╭─ The records

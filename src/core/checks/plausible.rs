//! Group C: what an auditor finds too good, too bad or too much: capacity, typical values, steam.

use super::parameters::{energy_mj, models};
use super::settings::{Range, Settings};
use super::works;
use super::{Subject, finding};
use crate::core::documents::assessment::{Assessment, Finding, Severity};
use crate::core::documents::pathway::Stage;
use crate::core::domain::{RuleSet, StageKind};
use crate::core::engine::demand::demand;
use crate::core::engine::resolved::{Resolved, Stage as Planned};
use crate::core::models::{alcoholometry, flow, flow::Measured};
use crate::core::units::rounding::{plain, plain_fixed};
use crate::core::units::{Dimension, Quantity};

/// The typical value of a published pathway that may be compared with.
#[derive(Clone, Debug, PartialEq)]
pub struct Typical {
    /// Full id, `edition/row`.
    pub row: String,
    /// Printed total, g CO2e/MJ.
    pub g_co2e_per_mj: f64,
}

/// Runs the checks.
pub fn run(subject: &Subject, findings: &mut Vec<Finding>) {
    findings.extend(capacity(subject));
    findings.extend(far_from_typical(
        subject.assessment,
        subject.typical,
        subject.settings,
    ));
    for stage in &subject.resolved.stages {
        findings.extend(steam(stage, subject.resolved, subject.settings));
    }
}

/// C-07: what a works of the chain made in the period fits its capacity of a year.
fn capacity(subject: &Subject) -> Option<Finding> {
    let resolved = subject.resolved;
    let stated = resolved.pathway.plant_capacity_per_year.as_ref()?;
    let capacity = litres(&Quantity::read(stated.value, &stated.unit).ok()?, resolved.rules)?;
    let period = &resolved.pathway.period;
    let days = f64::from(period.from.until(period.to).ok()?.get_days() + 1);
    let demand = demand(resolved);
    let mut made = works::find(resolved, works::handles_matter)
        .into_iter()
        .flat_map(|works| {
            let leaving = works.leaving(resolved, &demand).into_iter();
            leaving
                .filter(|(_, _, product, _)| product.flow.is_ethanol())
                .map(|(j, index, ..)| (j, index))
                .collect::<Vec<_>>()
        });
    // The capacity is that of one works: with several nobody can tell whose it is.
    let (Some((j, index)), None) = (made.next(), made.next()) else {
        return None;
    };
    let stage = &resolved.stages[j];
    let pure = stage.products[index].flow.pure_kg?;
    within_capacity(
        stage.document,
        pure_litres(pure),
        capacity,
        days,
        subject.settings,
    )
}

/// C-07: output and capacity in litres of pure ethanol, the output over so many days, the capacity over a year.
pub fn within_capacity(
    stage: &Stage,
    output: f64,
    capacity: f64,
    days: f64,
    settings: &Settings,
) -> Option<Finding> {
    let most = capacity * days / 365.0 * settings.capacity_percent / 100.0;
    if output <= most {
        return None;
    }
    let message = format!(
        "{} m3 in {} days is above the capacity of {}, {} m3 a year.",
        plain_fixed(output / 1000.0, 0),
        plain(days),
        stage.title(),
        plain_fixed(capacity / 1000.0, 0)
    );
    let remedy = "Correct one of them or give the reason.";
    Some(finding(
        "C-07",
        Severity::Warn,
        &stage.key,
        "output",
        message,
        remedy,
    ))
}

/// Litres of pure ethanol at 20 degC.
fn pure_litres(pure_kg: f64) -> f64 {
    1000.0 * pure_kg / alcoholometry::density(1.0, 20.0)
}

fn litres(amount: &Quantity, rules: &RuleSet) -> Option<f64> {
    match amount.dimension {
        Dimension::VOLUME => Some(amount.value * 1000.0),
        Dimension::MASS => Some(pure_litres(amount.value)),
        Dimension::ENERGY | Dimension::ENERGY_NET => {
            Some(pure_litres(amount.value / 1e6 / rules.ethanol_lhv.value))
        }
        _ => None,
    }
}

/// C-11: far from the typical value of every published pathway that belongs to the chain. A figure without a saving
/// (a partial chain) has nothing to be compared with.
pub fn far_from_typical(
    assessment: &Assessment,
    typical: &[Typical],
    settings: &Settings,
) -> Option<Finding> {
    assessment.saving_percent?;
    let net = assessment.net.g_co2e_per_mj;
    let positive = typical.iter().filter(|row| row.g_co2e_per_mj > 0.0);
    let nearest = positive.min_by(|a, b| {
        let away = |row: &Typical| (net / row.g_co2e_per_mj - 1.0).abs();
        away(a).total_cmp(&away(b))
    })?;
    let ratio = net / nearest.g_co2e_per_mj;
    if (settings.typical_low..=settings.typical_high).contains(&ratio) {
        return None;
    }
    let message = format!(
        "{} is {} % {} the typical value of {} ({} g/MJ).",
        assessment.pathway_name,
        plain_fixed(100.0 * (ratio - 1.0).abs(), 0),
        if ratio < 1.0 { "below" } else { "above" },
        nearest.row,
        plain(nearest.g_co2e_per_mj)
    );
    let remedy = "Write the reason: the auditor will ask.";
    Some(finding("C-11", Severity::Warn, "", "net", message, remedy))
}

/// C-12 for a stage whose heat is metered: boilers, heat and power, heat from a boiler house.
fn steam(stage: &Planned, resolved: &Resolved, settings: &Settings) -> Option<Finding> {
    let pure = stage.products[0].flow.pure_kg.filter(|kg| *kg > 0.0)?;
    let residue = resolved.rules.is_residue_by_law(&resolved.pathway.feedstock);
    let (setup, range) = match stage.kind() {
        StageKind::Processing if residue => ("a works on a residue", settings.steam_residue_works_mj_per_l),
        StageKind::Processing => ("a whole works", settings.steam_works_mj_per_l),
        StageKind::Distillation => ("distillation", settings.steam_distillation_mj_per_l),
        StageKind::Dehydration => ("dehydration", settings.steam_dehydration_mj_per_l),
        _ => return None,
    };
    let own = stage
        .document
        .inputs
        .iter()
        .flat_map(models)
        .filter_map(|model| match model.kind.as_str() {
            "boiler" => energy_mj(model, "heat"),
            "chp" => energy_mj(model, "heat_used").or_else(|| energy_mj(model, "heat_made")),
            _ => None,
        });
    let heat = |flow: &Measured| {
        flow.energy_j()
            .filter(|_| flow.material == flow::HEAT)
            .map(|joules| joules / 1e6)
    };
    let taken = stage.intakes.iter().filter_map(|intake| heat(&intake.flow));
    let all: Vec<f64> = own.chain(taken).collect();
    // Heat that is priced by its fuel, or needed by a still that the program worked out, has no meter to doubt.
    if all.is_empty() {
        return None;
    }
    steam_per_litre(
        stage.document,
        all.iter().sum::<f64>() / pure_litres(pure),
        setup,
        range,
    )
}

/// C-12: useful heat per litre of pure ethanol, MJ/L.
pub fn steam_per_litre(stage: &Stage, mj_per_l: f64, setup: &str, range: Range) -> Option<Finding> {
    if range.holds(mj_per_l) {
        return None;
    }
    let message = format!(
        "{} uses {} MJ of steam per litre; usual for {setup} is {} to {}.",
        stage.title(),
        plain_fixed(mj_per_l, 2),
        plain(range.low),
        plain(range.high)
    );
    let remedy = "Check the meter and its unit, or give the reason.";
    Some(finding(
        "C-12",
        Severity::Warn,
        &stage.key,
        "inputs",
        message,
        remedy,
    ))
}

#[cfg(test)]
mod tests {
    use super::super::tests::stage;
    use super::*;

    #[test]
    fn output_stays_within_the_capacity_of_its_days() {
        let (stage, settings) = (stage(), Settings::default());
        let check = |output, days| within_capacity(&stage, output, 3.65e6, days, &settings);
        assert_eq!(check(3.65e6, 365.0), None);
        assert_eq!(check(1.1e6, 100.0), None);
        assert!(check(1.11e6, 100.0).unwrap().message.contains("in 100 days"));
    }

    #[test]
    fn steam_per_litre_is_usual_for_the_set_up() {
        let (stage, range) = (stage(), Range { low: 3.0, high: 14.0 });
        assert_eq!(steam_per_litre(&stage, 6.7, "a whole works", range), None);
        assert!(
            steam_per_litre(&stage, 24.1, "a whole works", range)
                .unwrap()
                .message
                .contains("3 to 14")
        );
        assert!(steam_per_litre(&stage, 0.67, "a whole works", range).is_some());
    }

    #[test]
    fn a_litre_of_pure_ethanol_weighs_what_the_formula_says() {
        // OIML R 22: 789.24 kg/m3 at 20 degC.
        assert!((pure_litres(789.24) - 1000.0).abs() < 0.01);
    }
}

╰─

◆ **Task prompt**
Your reply must be one number: how many lines of the material hold the string "amount".

◆ **Solved exercise**
5